This page is just for random little functions. That's it.
GODS stands for Graph of Dimensional states. It is similar to MiTerSkyArk's GOSS function, but more powerful.
GODS(N) is the number of combinations of an N x N x N ... N x N hypercube in N+1 dimensions, with N+1 colors.
The function is also equivalent to (N+1)^N^(N+1), which looks pretty neat.
For example, GODS(1) is 2, as there are 2 colors of a 1x1 grid.

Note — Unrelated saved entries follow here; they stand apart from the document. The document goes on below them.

"""Few part marks: what may change, what may not, and against all there is on small rigs."""

from __future__ import annotations

from dataclasses import replace
from functools import cache
from itertools import product

import numpy as np
import pytest
from factories import make_acceptance, make_brief, make_levers, make_pads, make_specimen, shape_load, table_load
from lever_plans import arms, best_plan, brief_of, plan_by_hand
from plan_trees import plan_of
from test_marks_bound import partitions

from rigdesign.checks import check
from rigdesign.checks.geometry import leans
from rigdesign.errors import InputError
from rigdesign.levers import build_rig
from rigdesign.levers.marks import alike, few_marks
from rigdesign.levers.marks.few import MARGIN
from rigdesign.levers.marks.trials import Trials
from rigdesign.levers.model import Rig


@cache
def free_rig(count: int = 12, **levers: float) -> Rig:
    """Free pads under an elliptical load, moment and shear judged."""
    rig = build_rig(best_plan(brief_of(count, shear=0.12, levers=dict(levers)), count))
    assert isinstance(rig, Rig)
    return rig


@cache
def spaced_rig() -> Rig:
    """Eight pads that stay, 0.4 m apart, under a load that grows to the tip."""
    x = 0.3 + 0.4 * np.arange(8)
    brief = make_brief(
        specimen=make_specimen(left=0.0, right=3.4),
        loads=(table_load([0.0, 3.4], [900.0, 1500.0]),),
        pads=make_pads(count=8, places="fixed", stations=x, length=0.05, gap=0.0),
        levers=make_levers(drill_step=0.001, ratio_limit=5.0),
        acceptance=make_acceptance(0.05, 0.3),
    )
    force = np.array([430.0, 420.0, 450.0, 490.0, 530.0, 560.0, 600.0, 600.0])
    rig = build_rig(plan_by_hand(brief, x, force, may_move=False))
    assert isinstance(rig, Rig)
    return rig


def holes_of(rig: Rig) -> np.ndarray:
    """All outer holes seen from their pivots [m]."""
    return np.array([(h.u, h.v) for tree in rig.trees for piece in tree.pieces for h in piece.ends])


@pytest.mark.parametrize("tolerance", [0.01, 0.02, 0.06])
def test_free_pads_keep_bands_limits_steps_and_the_first_moment(tolerance):
    rig = free_rig()
    few = few_marks(rig, tolerance)
    before, after = check(rig), check(few.rig)
    assert before.accepted
    assert after.accepted
    assert few.after.different < few.before.different == len(alike(rig))
    assert few.groups == alike(few.rig)
    assert few.least <= few.after.different == len(few.groups)
    # nothing moved further than allowed, and something did
    off = np.abs(holes_of(few.rig) - holes_of(rig)).max()
    assert 0 < off <= tolerance + 1e-9
    a, b = arms(few.rig)
    np.testing.assert_allclose(np.concatenate([a, b]) * 1e3, np.rint(np.concatenate([a, b]) * 1e3), atol=1e-6)
    assert few.rig.trees[0].jack == rig.trees[0].jack
    assert after.jack_offset == pytest.approx(before.jack_offset, abs=1e-12)
    assert after.moment_sum_residual < 1e-12
    assert max(lean.size for lean in leans(few.rig)) < 1e-9


def test_the_figures_are_those_of_the_check():
    few = few_marks(free_rig(), 0.03)
    for tally, checked in ((few.before, check(free_rig())), (few.after, check(few.rig))):
        # the check looks between the stations too: 1e-3 of the band is kept free for that
        assert tally.band_use == pytest.approx(checked.band_use, abs=MARGIN)
        assert tally.moment == pytest.approx(checked.moment_error_peak, rel=1e-2)
        assert tally.shear == pytest.approx(checked.shear_error_peak, rel=1e-6)
        assert tally.torsion is None
    assert f"{few.before.band_use:.3g} before and {few.after.band_use:.3g} after" in few.words
    assert few.rig.words.endswith(few.words)


def test_more_tolerance_and_more_band_give_no_more_marks():
    counts = [few_marks(free_rig(), tolerance).after.different for tolerance in (0.002, 0.01, 0.04)]
    assert counts == sorted(counts, reverse=True)
    assert counts[0] > counts[-1]
    narrow = few_marks(free_rig(), 0.04, limit=1.05 * check(free_rig()).band_use)
    assert check(narrow.rig).band_use <= 1.05 * check(free_rig()).band_use
    assert narrow.after.different > counts[-1]


def test_against_all_partitions_and_all_arms_of_four_pads():
    rig = free_rig(4, drill_step=0.01)
    tolerance, limit = 0.02, 0.98
    trials = Trials(rig, tolerance, limit * (1 - MARGIN))
    drilled = trials.drilled
    every = drilled + np.array(list(product(range(-2, 3), repeat=drilled.size)))
    values = trials.values(every, ())
    best: dict[int, float] = {}
    for groups in partitions([0, 1, 2]):
        same = np.ones(len(every), bool)
        for first, *others in groups:
            for row in others:
                same &= (every[:, trials.columns[first]] == every[:, trials.columns[row]]).all(axis=1)
        good = same & (values <= trials.top)
        if good.any():
            best[len(groups)] = min(best.get(len(groups), np.inf), float(values[good].min()))
    few = few_marks(rig, tolerance, limit)
    assert few.after.different == min(best)
    # a descent is not proven to end in the very best
    assert few.after.band_use <= 1.02 * best[min(best)]


def test_pads_that_stay_keep_their_outer_holes():
    rig = spaced_rig()
    few = few_marks(rig, 0.03)
    assert few.after.different < few.before.different
    assert check(few.rig).accepted
    np.testing.assert_array_equal(few.rig.pad_x, rig.pad_x)
    off = np.abs(holes_of(few.rig) - holes_of(rig))
    assert off.max() <= 0.03 + 1e-9
    # the lowest levers are as long as their pads are apart, their pivots on the step from hole A
    low = [p for p in few.rig.trees[0].pieces if all(h.joins.startswith("pad") for h in p.ends)]
    assert {round(p.ends[1].u - p.ends[0].u, 9) for p in low} == {0.4}
    steps = np.array([-p.ends[0].u / 0.001 for p in few.rig.trees[0].pieces])
    np.testing.assert_allclose(steps, np.rint(steps), atol=1e-6)
    assert max(lean.size for lean in leans(few.rig)) < 1e-9


def test_a_jack_that_the_brief_places_stays():
    rig = spaced_rig()
    brief = rig.plan.target.brief
    at = rig.trees[0].jack.x
    placed = replace(
        rig,
        plan=replace(rig.plan, target=replace(rig.plan.target, brief=replace(brief, jack=replace(brief.jack, at=at)))),
    )
    assert few_marks(placed, 0.03).rig.trees[0].jack.x == pytest.approx(at, abs=1e-9)
    assert few_marks(rig, 0.03).rig.trees[0].jack.x != pytest.approx(at, abs=1e-4)


@pytest.mark.parametrize("may_move", [True, False])
def test_levers_and_plates_in_plan(may_move):
    x = np.array([0.0, 0.05, 0.30, 0.90, 0.96, 1.21, 1.70, 1.76, 2.00])
    y = np.array([-0.2, 0.22, 0.0, -0.21, 0.2, 0.01, -0.22, 0.23, 0.02])
    force = np.array([310.0, 290.0, 400.0, 305.0, 300.0, 410.0, 280.0, 270.0, 380.0])
    if not may_move:
        # triangles that agree exactly
        x, y = np.tile(x[:3], 3) + np.repeat([0.0, 0.9, 1.7], 3), np.tile(y[:3], 3)
    plan = plan_of(
        x, y, force, may_move, plates=True, grouping=((1, 2, 3), ((4, 5, 6), (7, 8, 9))), drill_step=0.002,
        pads={"count": 9, "places": "free" if may_move else "fixed"},
    )  # fmt: skip
    rig = build_rig(plan)
    assert isinstance(rig, Rig)
    few = few_marks(rig, 0.02)
    assert [p.kind for p in rig.trees[0].pieces].count("plate") >= 3
    assert few.after.different < few.before.different
    assert few.after.torsion is not None
    before, after = check(rig), check(few.rig)
    assert after.band_use <= max(1.0, before.band_use)
    broken = [{f.text for f in c.findings if f.severity == "failure" and f.stage != "statics"} for c in (before, after)]
    assert broken[1] <= broken[0]
    assert few.after.torsion == pytest.approx(after.torsion_error_peak, rel=1e-2, abs=1e-6)
    if may_move:
        assert after.moment_sum_residual < 1e-12
    else:
        np.testing.assert_array_equal(few.rig.pad_y, rig.pad_y)


def test_a_rig_that_is_not_accepted_is_not_made_worse():
    rig = build_rig(best_plan(brief_of(5, acceptance=make_acceptance(0.004, None)), 5))
    before = check(rig).band_use
    assert before > 1
    few = few_marks(rig, 0.02)
    assert check(few.rig).band_use <= before * (1 + 1e-6)


def test_where_nothing_can_be_alike_the_rig_stays_as_it_is():
    rig = free_rig(4)
    few = few_marks(rig, 0.0004)
    assert few.rig is rig
    assert few.after == few.before
    assert few.words == "part marks: nothing to make alike within 0.400 mm"
    alone = build_rig(best_plan(brief_of(1, acceptance=make_acceptance(2.0, None)), 1))
    assert few_marks(alone, 0.02).groups == ()


def test_pad_limits_are_kept():
    rig = free_rig()
    largest = float(np.abs(check(rig).statics.pad_force).max()) * 1.001
    brief = rig.plan.target.brief
    held = replace(brief, pads=replace(brief.pads, largest_force=largest))
    limited = replace(rig, plan=replace(rig.plan, target=replace(rig.plan.target, brief=held)))
    assert np.abs(check(few_marks(limited, 0.05).rig).statics.pad_force).max() <= largest * (1 + 1e-9)
    assert np.abs(check(few_marks(rig, 0.05).rig).statics.pad_force).max() > largest


def test_a_downward_load_is_no_different():
    up, down = (build_rig(best_plan(brief_of(8, loads=(shape_load(total=total),)), 8)) for total in (5400.0, -5400.0))
    one, other = few_marks(up, 0.03), few_marks(down, 0.03)
    assert one.groups == other.groups
    np.testing.assert_allclose(holes_of(one.rig), holes_of(other.rig), atol=1e-12)
    assert other.rig.trees[0].force < 0


def test_holes_off_the_step_and_two_jacks_are_refused():
    rig = free_rig(4)
    piece = rig.trees[0].pieces[1]
    off = replace(piece, holes=(*piece.holes[:2], replace(piece.holes[2], u=piece.holes[2].u + 3e-4)))
    tree = replace(rig.trees[0], pieces=(rig.trees[0].pieces[0], off, *rig.trees[0].pieces[2:]))
    with pytest.raises(InputError, match="lever 2: a hole is not on the drill step"):
        few_marks(replace(rig, trees=(tree,)), 0.02)
    with pytest.raises(InputError, match="one jack alone: 2 jacks"):
        few_marks(replace(rig, trees=(rig.trees[0], rig.trees[0])), 0.02)


def test_the_same_rig_gives_the_same_marks_twice():
    one, other = (few_marks(free_rig(), 0.05) for _ in range(2))
    assert one.words == other.words
    np.testing.assert_array_equal(holes_of(one.rig), holes_of(other.rig))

GODS(2) = 6561, as it is 3^2^3 = 3^8.
GODS(3) ~ 5e48
GODS(4) ~ 5e715 (I'm using ExpantaNum to get these big number values)
GODS(100) ~ 10^10^202
GODS(10^100) ~ 10^10^10^102 (i call this number godsgol)
GODS(n) is still in the exponential range, but it's more like f^2[2](n)
The hyptorial is denoted with a ? symbol.
n? = n{n}n{n-1}n{n-2}...n^^n^n
You can put the ? BEFORE the n to do the WEAK hyptorial: ?n = n^n^^n...n{n-1}n{n}n. In other words, switch the order of the operations placed.
2? = 2^^2^2 = 2^^4 = 65536 (finally a function where 2 isn't degenerate)
3? = 3^^^3^^3^3 = 3^^^3^^27 = 3^^^3^3^3...3^3^3 with 28 3s in the whole expression.
?2 = 2^2^^2 = 2^4 = 16
?3 = 3^3^^3^^^3 = 3^3^^^4 by rules of pentation
?4 = 4^4^^4^^^4^^^^4 = 4^4^^4^^^^5 by rules of hexation
n? necessarily grows slower than n{n+1}n, but faster than n{n}n, so it's growth rate is around omega, and ?n clearly grows slower than n?, though I don't know the growth rate of it.